Null Reference exception in user app- debug help needed! (.NET 1.1 )

  • Thread starter Thread starter Big Mike
  • Start date Start date
B

Big Mike

Hi,

I've been investigating a 'System.NullReferenceException' for about a
week but have not got anywhere with my investigation- I need some
guidance from more experienced .NETers!

My App is .NET 1.1 , built using VS 2003 on XP SP3.

I have not found the exact reproduction criteria for the crash as it
appears to be tranisient. The crash occurs when my GUI app removes a
panel from the parent display container, but it does *not* occur
everytime. The panel being removed contains a few buttons and
ListView components (which is mentioned in the call stack when the
crash is captured). My App uses a Stack to 'push' new panels on top
of app, so they become visible, and then will pop the panels off of
the stack to make the panel underneath visible again.
eg, a button on panel A causes Panel B to be displayed over Panel A.
A button on Panel B causes Panel C to be displayed on top of panel B.
Panel C is 'closed' and Panel B is visible again.
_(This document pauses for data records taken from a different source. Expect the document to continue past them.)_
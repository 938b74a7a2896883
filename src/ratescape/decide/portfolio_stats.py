"""What the optimal portfolios say across scenarios: selection shares, the core portfolio, and
the minimax-regret portfolio.

References
----------
L. J. Savage, "The theory of statistical decision", Journal of the American Statistical
Association 46(253), 1951, pp. 55-67 (minimax regret).
"""
from __future__ import annotations

from dataclasses import dataclass

import numpy as np

from ratescape.decide.rationing_problem import FEASIBILITY_TOL, validate_problem
from ratescape.decide.weights import weighted_selection_share


@dataclass(frozen=True)
class RegretResult:
    """Min-max-regret choice among the distinct per-scenario optimal portfolios.

    Attributes
    ----------
    portfolios : ndarray of bool, shape (K, P)
        The distinct optimal portfolios.
    optimal_in : ndarray of int, shape (K,)
        Number of scenarios in which each was the optimum.
    feasible : ndarray of bool, shape (K, S)
        Whether the portfolio fits every budget of scenario s.
    regret : ndarray, shape (K, S) [currency]
        objective_s - pw[:, s] @ x_k; NaN where infeasible or where the
        scenario itself had no optimum.
    max_regret : ndarray, shape (K,) [currency]
        Largest regret; +inf for portfolios infeasible in some scenario.
    max_regret_where_feasible : ndarray, shape (K,) [currency]
        Largest regret over the scenarios where the portfolio is feasible.
    best : int
        Index into ``portfolios`` of the min-max-regret portfolio among those
        feasible in every scenario; -1 if there is none.
    best_selected : ndarray of bool, shape (P,)
        That portfolio (all False when ``best == -1``).
    """

    portfolios: np.ndarray
    optimal_in: np.ndarray
    feasible: np.ndarray
    regret: np.ndarray
    max_regret: np.ndarray
    max_regret_where_feasible: np.ndarray
    best: int
    best_selected: np.ndarray


def _as_selected(selected):
    sel = np.asarray(selected)
    if sel.ndim != 2:
        raise ValueError(f"selected must have shape (S, P), got shape {sel.shape}")
    return sel.astype(bool)


def selection_share(selected, weights=None):
    """Share of scenarios in which each project is in the optimal portfolio.

    Parameters
    ----------
    selected : array_like of bool, shape (S, P)
        ``RationingResult.selected``.
    weights : array_like, shape (S,), optional
        Scenario weights (the user's judgement, not a forecast; see
        :mod:`ratescape.decide.weights`), normalised to sum to 1; the result
        is then a weighted selection probability. Default: equal weights.

    Returns
    -------
    share : ndarray, shape (P,) [fraction]

    Examples
    --------
    >>> selection_share([[True, False], [True, True]]).tolist()
    [1.0, 0.5]
    """
    sel = _as_selected(selected)
    if weights is None:
        return sel.mean(axis=0)
    return weighted_selection_share(sel, weights)


def core_portfolio(selected, threshold=0.8, weights=None):
    """Projects selected in at least ``threshold`` of the scenarios.

    Parameters
    ----------
    selected : array_like of bool, shape (S, P)
    threshold : float [fraction], in (0, 1]
        Minimum selection share (default 0.8); 1.0 = selected everywhere.
    weights : array_like, shape (S,), optional
        Scenario weights, as in :func:`selection_share`.

    Returns
    -------
    core : ndarray of bool, shape (P,)

    Warnings
    --------
    The core is a list of robust choices, not itself a portfolio: it need
    not fit the budgets of every scenario, and a mandatory group may have
    no member in it.

    Examples
    --------
    >>> core_portfolio([[True, False], [True, True], [False, True]], 0.6).tolist()
    [True, True]
    """
    t = float(threshold)
    if not 0 < t <= 1:
        raise ValueError(f"threshold must lie in (0, 1], got {threshold}")
    return selection_share(selected, weights) >= t - 1e-12


def min_max_regret(pw, selected, objective, investment, budgets, *, scenario_class=None):
    """Min-max-regret portfolio among the distinct per-scenario optima.

    Parameters
    ----------
    pw : array_like, shape (P, S) [currency]
    selected : array_like of bool, shape (S, P)
        Optimal portfolio of each scenario (``RationingResult.selected``).
    objective : array_like, shape (S,) [currency]
        Its worth (``RationingResult.objective``); NaN marks a scenario with
        no optimum, which is skipped.
    investment, budgets, scenario_class
        As for :func:`ration_capital`, to check each candidate portfolio
        against every scenario's budgets.

    Returns
    -------
    RegretResult

    Notes
    -----
    The candidates are the K distinct optimal portfolios. The regret of
    portfolio k in scenario s is R_ks = objective_s - pw[:, s] @ x_k >= 0
    (up to the solver's gap tolerance), and the choice is
    argmin_k max_s R_ks.

    Groups and requires are the same in every scenario, so every candidate
    satisfies them everywhere. Budgets are not: when outlays are in
    then-current money (cost classes) or budgets are per scenario, an
    optimum of one scenario can overspend in another. Such a portfolio is
    *excluded* from the choice (its ``max_regret`` is +inf) and *flagged*
    in ``feasible`` (K, S); its regret where it does fit is still reported
    in ``max_regret_where_feasible``. If no candidate fits every scenario,
    ``best`` is -1.

    References
    ----------
    L. J. Savage, "The theory of statistical decision", Journal of the
    American Statistical Association 46(253), 1951, pp. 55-67 (minimax
    regret).

    Examples
    --------
    >>> pw = [[10.0, 1.0], [1.0, 10.0], [6.0, 6.0]]
    >>> sel = [[True, False, False], [False, True, False]]
    >>> r = min_max_regret(pw, sel, [10.0, 10.0], [[1.0, 1.0, 1.0]], [1.0])
    >>> r.portfolios.astype(int).tolist(), r.max_regret.tolist(), r.best
    ([[0, 1, 0], [1, 0, 0]], [9.0, 9.0], 0)
    """
    x = np.asarray(pw, dtype=float)
    if x.ndim != 2:
        raise ValueError(f"pw must have shape (P, S), got shape {x.shape}")
    P, S = x.shape
    sel = _as_selected(selected)
    if sel.shape != (S, P):
        raise ValueError(f"selected must have shape (S, P) = ({S}, {P}), got shape {sel.shape}")
    obj = np.asarray(objective, dtype=float)
    if obj.shape != (S,):
        raise ValueError(f"objective must have shape (S,) = ({S},), got shape {obj.shape}")
    prob = validate_problem(np.nan_to_num(x), investment, budgets, scenario_class, None, None, None)
    have = np.isfinite(obj)
    if not have.any():
        raise ValueError("no scenario has an optimum (objective is all NaN)")
    ports, counts = np.unique(sel[have], axis=0, return_counts=True)
    K = ports.shape[0]
    feas = np.zeros((K, S), dtype=bool)
    pf = ports.astype(float)
    for k in np.unique(prob.cls):
        m = np.flatnonzero(prob.cls == k)
        used = pf @ prob.inv[k].T  # (K, B)
        b = prob.budgets[m]  # (m, B)
        feas[:, m] = np.all(used[:, None, :] <= b[None] + np.abs(b[None]) * FEASIBILITY_TOL + FEASIBILITY_TOL, axis=2)
    worth = pf @ x  # (K, S)
    regret = np.where(feas & have[None], obj[None] - worth, np.nan)
    where_feas = np.where(feas[:, have].any(axis=1), np.nanmax(np.where(np.isnan(regret), -np.inf, regret), axis=1),
                          np.nan)
    everywhere = feas[:, have].all(axis=1)
    max_regret = np.where(everywhere, where_feas, np.inf)
    best = int(np.argmin(max_regret)) if everywhere.any() else -1
    best_sel = ports[best].copy() if best >= 0 else np.zeros(P, dtype=bool)
    return RegretResult(
        portfolios=ports,
        optimal_in=counts,
        feasible=feas,
        regret=regret,
        max_regret=max_regret,
        max_regret_where_feasible=where_feas,
        best=best,
        best_selected=best_sel,
    )
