-- about: Switching values (the input value at which a project's accept/reject decision flips) closest to the base case, as a change from base. The discount rate is on the run's basis (discount_basis: nominal or real; input_label names it).
-- param: run = latest  (run id; "latest" = the newest finished run)
-- param: input = any  (discount_rate, inflation, first_cost, benefits, escalation, or any)
-- param: limit = 25  (how many rows)
SELECT v.project_id, p.name, v.input, v.base_value, v.switching_value,
       round(v.switching_change, 4) AS change_from_base, v.switching_status, v.worth_base,
       r.discount_basis,
       CASE v.input WHEN 'discount_rate' THEN coalesce(r.discount_basis, 'nominal') || ' discount rate'
                    WHEN 'inflation' THEN 'inflation (' || coalesce(r.discount_basis, 'nominal') || ' discount rate held fixed)'
                    ELSE replace(v.input, '_', ' ') END AS input_label
FROM sensitivity v JOIN run_project_names p ON p.run_id = $run AND p.project_id = v.project_id JOIN runs r ON r.run_id = v.run_id
WHERE v.run_id = $run AND v.switching_value IS NOT NULL AND ($input = 'any' OR v.input = $input)
ORDER BY abs(v.switching_change), v.project_id, v.input
LIMIT $limit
Panel B is closed
and Panel A is visibile again

I currently use AutoHotkey to perform the same mouse clicks over and
over again, but with a random time between them, in order to force
this issue. Usually, the issue occurs within 5 or 10 mins. I am
moving in to Panels B and C and back to A every 15 to 30 seconds, but
the issue has also occured after 5 minutes of *no* user activity in
Panel C, (then the panel is automatically closed and we return to
Panel A (through Panel B).

The crash (visually) occurs when Panel B is closed and we return to
panel A. but the crash (i believe) is caused by something in Panel C -
there are no ListView, or indeed any real functionality in Panel B.
When I pop off a panel, a reference is maintined to it as
'oldTopPanel' until another panel is popped of. so in my case, Panel C
finally looses all references to it when we drop back to Panel A from
B.

The actual error is reported in VS 2003 as follows...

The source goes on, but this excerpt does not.